Extracted information Start Marker
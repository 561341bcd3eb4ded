package ingest_test

import (
	"errors"
	"fmt"
	"path/filepath"
	"slices"
	"testing"
	"time"
	"unsafe"

	"driftfit/ingest"
	"driftfit/rolling"
	"driftfit/store"
)

// dedupModel is the rule of ingest.Dedup written out over every applied
// time, with no ring: the reference the fixed-size type must agree with.
type dedupModel struct {
	applied  []int64 // every time admitted, any order
	hasFloor bool
	floor    int64
}

func (m *dedupModel) admit(t int64) bool {
	top := slices.Clone(m.applied)
	slices.Sort(top)
	if len(top) > ingest.DedupSize {
		top = top[len(top)-ingest.DedupSize:]
	}
	switch {
	case slices.Contains(top, t):
		return false
	case len(top) == ingest.DedupSize && t < top[0]:
		return false
	case len(top) < ingest.DedupSize && m.hasFloor && t <= m.floor:
		return false
	}
	m.applied = append(m.applied, t)
	return true
}

// TestDedup_MatchesRule feeds random streams (mostly in order, some
// late, some repeated, some re-sent spans) to a Dedup and to the rule
// written out over all applied times, and checks every decision agrees.
func TestDedup_MatchesRule(t *testing.T) {
	rng := newRand(t)
	for trial := range 200 {
		var d ingest.Dedup
		var m dedupModel
		if trial%4 == 0 {
			// As after a restart: a sensor whose newest stored reading
			// is at 1000 s.
			s, err := rolling.NewSensor(rolling.WindowSpec{Span: time.Hour, Pane: time.Minute})
			if err != nil {
				t.Fatal(err)
			}
			if err := s.Add(rolling.Reading{UnixNano: 1000, Value: 1}); err != nil {
				t.Fatal(err)
			}
			d.Restored(s)
			m.hasFloor, m.floor = true, 1000
		}
		next := int64(1000)
		var sent []int64
		for i := range 400 {
			var at int64
			switch r := rng.IntN(10); {
			case r < 6 || len(sent) == 0: // in order
				next += 1 + rng.Int64N(3)
				at = next
			case r < 8: // late, new or not
				at = next - rng.Int64N(40)
			case r < 9: // exact repeat of something sent
				at = sent[rng.IntN(len(sent))]
			default: // a re-sent span
				at = sent[max(0, len(sent)-30)+rng.IntN(min(30, len(sent)))]
			}
			sent = append(sent, at)
			want := m.admit(at)
			err := d.Admit(at)
			if (err == nil) != want {
				t.Fatalf("trial %d step %d: Admit(%d) = %v, rule says new=%v", trial, i, at, err, want)
			}
			var de *ingest.DuplicateError
			if err != nil && (!errors.Is(err, ingest.ErrDuplicate) || !errors.As(err, &de) || de.UnixNano != at) {
				t.Fatalf("Admit(%d) error %#v, want a *DuplicateError wrapping ErrDuplicate", at, err)
			}
		}
	}
}

// TestDedup_Size states what the duplicate check costs a sensor.
func TestDedup_Size(t *testing.T) {
	// 16 times of 8 bytes, two bytes of ring index and count, a flag and
	// the 8-byte floor, padded to 8: 16·8 + 8 + 8 = 144.
	if got := unsafe.Sizeof(ingest.Dedup{}); got != 144 {
		t.Errorf("Dedup is %d bytes, want 144", got)
	}
}

// TestService_Duplicates sends the same 960 readings twice (as a gateway
// re-sending its backfill), then again after a restart of the service,
// and checks the fit holds 960 readings, not 1920, with every repeat
// refused as duplicate.
func TestService_Duplicates(t *testing.T) {
	dir := t.TempDir()
	ns := natsServer(t, filepath.Join(dir, "nats"), 0)
	defer ns.Shutdown()
	h := startService(t, ns.ClientURL(), dir, ingest.ModeStream)
	waitStream(t, h.nc)
	js, err := h.nc.JetStream()
	if err != nil {
		t.Fatal(err)
	}
	base := time.Now().Add(-20 * time.Hour).Truncate(time.Hour)
	const n = 960 // 16 hours of one reading a minute
	send := func() {
		t.Helper()
		for i := range n / 10 {
			payload := []byte{'['}
			for j := range 10 {
				if j > 0 {
					payload = append(payload, ',')
				}
				at := base.Add(time.Duration(10*i+j) * time.Minute)
				payload = fmt.Appendf(payload, `{"t":%d,"v":%d}`, at.Unix(), (10*i+j)%7)
			}
			payload = append(payload, ']')
			if _, err := js.Publish("driftfit.in.qm.dup.pt-1", payload); err != nil {
				t.Fatal(err)
			}
		}
	}
	send()
	send()
	waitFor(t, "both sends handled", func() bool { st := h.svc.Stats(); return st.Applied+st.Rejected == 2*n })
	if st := h.svc.Stats(); st.Applied != n || rejectedCount(t, h.m, "duplicate") != n {
		t.Errorf("applied %d, duplicates %v; want %d each", st.Applied, rejectedCount(t, h.m, "duplicate"), n)
	}
	h.stop()

	h = startService(t, ns.ClientURL(), dir, ingest.ModeStream)
	if js, err = h.nc.JetStream(); err != nil {
		t.Fatal(err)
	}
	waitFor(t, "sensor restored", func() bool { return h.svc.Stats().Sensors == 1 })
	send()
	waitFor(t, "third send handled", func() bool { return h.svc.Stats().Rejected == n })
	if got := rejectedCount(t, h.m, "duplicate"); got != n {
		t.Errorf("duplicates after the restart %v, want %d", got, n)
	}
	h.stop()
	db, err := store.Open(filepath.Join(dir, "state.db"), store.Options{ReadOnly: true})
	if err != nil {
		t.Fatal(err)
	}
	defer db.Close()
	got := -1
	err = db.Restore(func(string) (*rolling.Sensor, error) {
		return rolling.NewSensor(rolling.WindowSpec{Span: 24 * time.Hour, Pane: time.Hour})
	}, func(r store.Restored) error {
		got = r.Sensor.Solve(0).N
		return nil
	})
	if err != nil || got != n {
		t.Errorf("stored fit holds %d readings (%v), want %d", got, err, n)
	}
}

// BenchmarkDedup_Admit is the cost the duplicate check adds to a reading:
// in order (the common case), and late by a few places.
func BenchmarkDedup_Admit(b *testing.B) {
	b.Run("in_order", func(b *testing.B) {
		var d ingest.Dedup
		t := int64(0)
		for b.Loop() {
			t += 1e9
			if err := d.Admit(t); err != nil {
				b.Fatal(err)
			}
		}
	})
	b.Run("late_by_4", func(b *testing.B) {
		var d ingest.Dedup
		t := int64(0)
		for b.Loop() {
			// Every 8th reading arrives 4 places late: a fresh time
			// among the newest held.
			t += 8e9
			for j := range int64(8) {
				if j != 3 {
					_ = d.Admit(t + j*1e9)
				}
			}
			if err := d.Admit(t + 3e9); err != nil {
				b.Fatal(err)
			}
		}
	})
}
Extracted information End Marker
> [The problem] Lines wanted from the listing above: the line with "with every repeat" up to and including the line with "func BenchmarkDedup_Admit(b *testing.B)". Please write them out exactly, adding nothing else.

> [Reply to the task]
// and checks the fit holds 960 readings, not 1920, with every repeat
// refused as duplicate.
func TestService_Duplicates(t *testing.T) {
	dir := t.TempDir()
	ns := natsServer(t, filepath.Join(dir, "nats"), 0)
	defer ns.Shutdown()
	h := startService(t, ns.ClientURL(), dir, ingest.ModeStream)
	waitStream(t, h.nc)
	js, err := h.nc.JetStream()
	if err != nil {
		t.Fatal(err)
	}
	base := time.Now().Add(-20 * time.Hour).Truncate(time.Hour)
	const n = 960 // 16 hours of one reading a minute
	send := func() {
		t.Helper()
		for i := range n / 10 {
			payload := []byte{'['}
			for j := range 10 {
				if j > 0 {
					payload = append(payload, ',')
				}
				at := base.Add(time.Duration(10*i+j) * time.Minute)
				payload = fmt.Appendf(payload, `{"t":%d,"v":%d}`, at.Unix(), (10*i+j)%7)
			}
			payload = append(payload, ']')
			if _, err := js.Publish("driftfit.in.qm.dup.pt-1", payload); err != nil {
				t.Fatal(err)
			}
		}
	}
	send()
	send()
	waitFor(t, "both sends handled", func() bool { st := h.svc.Stats(); return st.Applied+st.Rejected == 2*n })
	if st := h.svc.Stats(); st.Applied != n || rejectedCount(t, h.m, "duplicate") != n {
		t.Errorf("applied %d, duplicates %v; want %d each", st.Applied, rejectedCount(t, h.m, "duplicate"), n)
	}
	h.stop()

	h = startService(t, ns.ClientURL(), dir, ingest.ModeStream)
	if js, err = h.nc.JetStream(); err != nil {
		t.Fatal(err)
	}
	waitFor(t, "sensor restored", func() bool { return h.svc.Stats().Sensors == 1 })
	send()
	waitFor(t, "third send handled", func() bool { return h.svc.Stats().Rejected == n })
	if got := rejectedCount(t, h.m, "duplicate"); got != n {
		t.Errorf("duplicates after the restart %v, want %d", got, n)
	}
	h.stop()
	db, err := store.Open(filepath.Join(dir, "state.db"), store.Options{ReadOnly: true})
	if err != nil {
		t.Fatal(err)
	}
	defer db.Close()
	got := -1
	err = db.Restore(func(string) (*rolling.Sensor, error) {
		return rolling.NewSensor(rolling.WindowSpec{Span: 24 * time.Hour, Pane: time.Hour})
	}, func(r store.Restored) error {
		got = r.Sensor.Solve(0).N
		return nil
	})
	if err != nil || got != n {
		t.Errorf("stored fit holds %d readings (%v), want %d", got, err, n)
	}
}

// BenchmarkDedup_Admit is the cost the duplicate check adds to a reading:
// in order (the common case), and late by a few places.
func BenchmarkDedup_Admit(b *testing.B) {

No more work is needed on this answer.